◆ **What the task requires**
Set down again exactly the lines of the listing below that fall between the line holding "want, wd = i, d" and the line holding "rng := rand.New(rand.NewPCG(1, 2))", inclusive.

◆ **Raw data**
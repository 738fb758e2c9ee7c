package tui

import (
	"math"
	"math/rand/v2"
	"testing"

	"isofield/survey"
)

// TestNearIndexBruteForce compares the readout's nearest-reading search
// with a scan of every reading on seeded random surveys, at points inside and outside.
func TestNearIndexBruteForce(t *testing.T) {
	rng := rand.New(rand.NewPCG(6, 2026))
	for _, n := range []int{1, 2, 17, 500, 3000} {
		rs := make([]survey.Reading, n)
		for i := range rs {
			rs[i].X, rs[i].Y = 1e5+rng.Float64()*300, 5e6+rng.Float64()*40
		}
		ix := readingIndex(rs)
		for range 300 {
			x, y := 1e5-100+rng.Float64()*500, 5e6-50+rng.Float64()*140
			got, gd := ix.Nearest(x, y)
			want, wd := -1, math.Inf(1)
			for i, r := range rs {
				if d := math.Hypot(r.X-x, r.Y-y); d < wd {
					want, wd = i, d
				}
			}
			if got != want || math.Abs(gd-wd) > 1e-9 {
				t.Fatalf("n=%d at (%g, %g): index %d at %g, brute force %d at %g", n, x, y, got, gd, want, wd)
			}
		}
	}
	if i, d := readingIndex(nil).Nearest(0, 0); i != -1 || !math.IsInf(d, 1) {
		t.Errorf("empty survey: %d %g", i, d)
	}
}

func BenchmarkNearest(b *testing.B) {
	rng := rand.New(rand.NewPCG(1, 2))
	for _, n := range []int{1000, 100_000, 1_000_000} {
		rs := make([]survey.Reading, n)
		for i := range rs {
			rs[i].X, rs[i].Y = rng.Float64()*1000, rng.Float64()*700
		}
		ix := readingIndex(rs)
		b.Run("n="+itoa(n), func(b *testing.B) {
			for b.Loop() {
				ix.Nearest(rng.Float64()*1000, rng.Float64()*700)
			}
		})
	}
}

◆ **Response**
					want, wd = i, d
				}
			}
			if got != want || math.Abs(gd-wd) > 1e-9 {
				t.Fatalf("n=%d at (%g, %g): index %d at %g, brute force %d at %g", n, x, y, got, gd, want, wd)
			}
		}
	}
	if i, d := readingIndex(nil).Nearest(0, 0); i != -1 || !math.IsInf(d, 1) {
		t.Errorf("empty survey: %d %g", i, d)
	}
}

func BenchmarkNearest(b *testing.B) {
	rng := rand.New(rand.NewPCG(1, 2))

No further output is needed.